The council has strengthened its commitment to achieve net zero carbon emissions by 2030, following the COP26 conference in Glasgow.

A wide range of actions were approved by the council’s Policy and Strategy Committee on 2 December including: improving facilities for walking, cycling and wheeling and access to public transport through an Active Travel Strategy; installing energy efficiency measures in council homes; using new technology to reduce the amount of travel by council staff; and protecting and developing biodiversity to improve the local environment.

Among the projects designed to improve active travel links is a sustainable bike/bus/train/car interchange at Motherwell station with routes linking it to Strathclyde Country Park and Ravenscraig.

The planned Pan Lanarkshire Transport Corridor will create a key north-south road and active travel route connecting the M74 to Ravenscraig, the M8 and M80. It will alleviate congestion and free up space for public transport and active travel on existing routes between Motherwell and the A73, through Chapelhall and Airdrie.

Across the council measures are in place to reduce emissions from its buildings, municipal waste and transport services, including electrification of the fleet, while a new Energy Policy aims to reduce energy and water consumption in operational buildings by 3% each year.

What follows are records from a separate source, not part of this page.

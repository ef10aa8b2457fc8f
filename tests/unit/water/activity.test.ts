import { describe, expect, test } from "vitest";
import {
  activityCoefficient,
  debyeHuckelA,
  debyeHuckelATheoretical,
  debyeHuckelB,
  ionicStrength,
  ionicStrengthFromSpecificConductance,
  meanActivityCoefficient,
} from "#app/lib/water/index.ts";

// Mean activity coefficient of NaCl measured at 0.5 mol/kg and 25 °C: 0.681
// (Robinson & Stokes, Electrolyte Solutions, 2nd ed., Appendix 8.10); at 0.1 mol/kg: 0.778
// (same table; from memory).
const NACL_MEASURED_0_5 = 0.681;
const NACL_MEASURED_0_1 = 0.778;

describe("Debye–Hückel A and B", () => {
  test("A(25 °C) ≈ 0.509 for log10, (mol/L)^-1/2 (Robinson & Stokes; from memory)", () => {
    expect(Math.abs(debyeHuckelA(25) - 0.509)).toBeLessThan(0.001);
    expect(debyeHuckelB(25)).toBeCloseTo(0.3281, 4); // Truesdell & Jones (1974) fit; from memory
  });

  test("the linear fit agrees with 1.82483×10⁶ √ρ (εT)^-3/2 (Malmberg & Maryott ε, Tanaka ρ) within 1 % to 45 °C, 1.5 % to 60 °C", () => {
    for (let t = 0; t <= 60; t += 5) {
      const tolerance = t <= 45 ? 0.01 : 0.015;
      expect(Math.abs(debyeHuckelA(t) / debyeHuckelATheoretical(t) - 1)).toBeLessThan(tolerance);
    }
  });

  test("the theoretical A at 0 °C is 0.4918 (Robinson & Stokes Appendix 7.1; from memory)", () => {
    expect(debyeHuckelATheoretical(0)).toBeCloseTo(0.4918, 3);
  });

  test("A rises with temperature (ε T falls)", () => {
    expect(debyeHuckelA(5)).toBeLessThan(debyeHuckelA(25));
    expect(debyeHuckelATheoretical(5)).toBeLessThan(debyeHuckelATheoretical(25));
  });

  test("outside the fitted 0–60 °C: RangeError", () => {
    expect(() => debyeHuckelA(80)).toThrow(RangeError);
    expect(() => debyeHuckelB(-1)).toThrow(RangeError);
  });
});

describe("activity models against measured NaCl (Robinson & Stokes)", () => {
  const beyond = { allowBeyondValidity: true };

  test("at 0.5 mol/kg the Davies equation comes near 0.681 and the limiting law does not (≈ 0.44)", () => {
    const davies = meanActivityCoefficient(1, -1, 0.5, "davies"); // 0.3 I, Davies (1962)
    const davies1938 = meanActivityCoefficient(1, -1, 0.5, "davies", { daviesCoefficient: 0.2 });
    const limiting = meanActivityCoefficient(1, -1, 0.5, "limiting", beyond);
    // Hand: √0.5 = 0.70711; 0.70711/1.70711 = 0.41421;
    // 0.3 I: log γ = −0.50849 × (0.41421 − 0.15) = −0.13435 → γ = 0.734
    // 0.2 I: log γ = −0.50849 × (0.41421 − 0.10) = −0.15977 → γ = 0.692
    // limiting: log γ = −0.50849 × 0.70711 = −0.35956 → γ = 0.437
    expect(davies).toBeCloseTo(0.734, 3);
    expect(davies1938).toBeCloseTo(0.692, 3);
    expect(limiting).toBeCloseTo(0.437, 3);
    expect(Math.abs(davies1938 - NACL_MEASURED_0_5)).toBeLessThan(0.015);
    expect(Math.abs(davies / NACL_MEASURED_0_5 - 1)).toBeLessThan(0.1);
    expect(Math.abs(limiting / NACL_MEASURED_0_5 - 1)).toBeGreaterThan(0.3);
  });

  test("the extended equation with å = 4 Å (Kielland's Na⁺; from memory) lands between the two", () => {
    const extended = meanActivityCoefficient(1, -1, 0.5, "extended", { ionSizeAngstrom: 4, ...beyond });
    // Hand: B å √I = 0.3281 × 4 × 0.70711 = 0.92801; log γ = −0.50849 × 0.70711 / 1.92801 = −0.18649 → 0.651
    expect(extended).toBeCloseTo(0.651, 3);
    const limiting = meanActivityCoefficient(1, -1, 0.5, "limiting", beyond);
    expect(Math.abs(extended - NACL_MEASURED_0_5)).toBeLessThan(Math.abs(limiting - NACL_MEASURED_0_5));
  });

  test("at 0.1 mol/kg Davies is within 0.01 of the measured 0.778", () => {
    expect(Math.abs(meanActivityCoefficient(1, -1, 0.1, "davies") - NACL_MEASURED_0_1)).toBeLessThan(0.01);
  });

  test("single-ion Davies coefficient of Ca²⁺ at I = 0.01, worked by hand", () => {
    // A(25) = 0.4883 + 25 × 8.074e-4 = 0.508485;
    // log γ = −0.508485 × 4 × (0.1/1.1 − 0.3 × 0.01) = −2.03394 × 0.0879091 = −0.178802 → γ = 0.66252
    expect(activityCoefficient(2, 0.01, "davies")).toBeCloseTo(0.66252, 4);
    expect(activityCoefficient(-2, 0.01, "davies")).toBeCloseTo(activityCoefficient(2, 0.01, "davies"), 15);
  });

  test("γ = 1 at zero ionic strength for every model", () => {
    expect(activityCoefficient(1, 0, "limiting")).toBe(1);
    expect(activityCoefficient(3, 0, "extended", { ionSizeAngstrom: 9 })).toBe(1);
    expect(activityCoefficient(2, 0, "davies")).toBe(1);
  });

  test("RangeError beyond the model's usual ionic strength (Stumm & Morgan Table 3.3; from memory) and for bad input", () => {
    expect(() => activityCoefficient(1, 0.01, "limiting")).toThrow(/allowBeyondValidity/);
    expect(() => activityCoefficient(1, 0.2, "extended", { ionSizeAngstrom: 4 })).toThrow(RangeError);
    expect(() => activityCoefficient(1, 0.6, "davies")).toThrow(RangeError);
    expect(() => activityCoefficient(1, 0.05, "extended")).toThrow(/ion size/);
    expect(() => activityCoefficient(1, -0.1, "davies")).toThrow(RangeError);
    expect(() => activityCoefficient(0, 0.01, "davies")).toThrow(RangeError);
    expect(() => activityCoefficient(1, 0.01, "davies", { daviesCoefficient: 0.25 })).toThrow(RangeError);
  });
});

describe("ionic strength", () => {
  test("I = ½ Σ c z²: 0.01 mol/L CaCl₂ → ½ (0.01 × 4 + 0.02 × 1) = 0.03 (definition)", () => {
    expect(ionicStrength([{ charge: 2, molPerL: 0.01 }, { charge: -1, molPerL: 0.02 }])).toBeCloseTo(0.03, 15);
    expect(ionicStrength({ Ca: 0.01, Cl: 0.02 })).toBeCloseTo(0.03, 15);
    expect(ionicStrength({ Na: 0.5, Cl: 0.5 })).toBeCloseTo(0.5, 15);
  });

  test("from SC: I = 1.6×10⁻⁵ × SC (Russell 1976): 500 µS/cm → 0.008 mol/L", () => {
    expect(ionicStrengthFromSpecificConductance(500)).toBeCloseTo(0.008, 15);
    expect(() => ionicStrengthFromSpecificConductance(-1)).toThrow(RangeError);
    expect(() => ionicStrength({ Na: -0.1 })).toThrow(RangeError);
  });
});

“COP26 highlighted to everyone the importance of taking action to tackle climate change, and the council has made its commitment to this issue very clear,” said Council Leader Councillor Jim Logue.

“We declared a climate emergency in June 2019, and we are looking at every part of the council’s operations to identify ways to reduce emissions, be more energy efficient and be innovative in delivering services in a way that minimises the impact on our environment.”

Ahead of COP26, the council hosted three events to outline a roadmap for the organisation, partners, businesses and communities to take realistic action to curb climate change locally. More than 8,000 people, including school pupils, attended the events which addressed key issues including local government’s role as a leader, involvement of schools, education and young people in promoting sustainable lifestyles, managing the transition to a zero carbon economic model, and the role of businesses to facilitate sustainable change and growth.

“Our events brought together young people, businesses, community groups and residents who share our determination to make change happen in North Lanarkshire,” said Councillor Logue.

“The outcomes from discussions during the three days were extremely constructive and have contributed to the development of our Climate Plan ACT2030 which will drive forward actions in the years ahead.”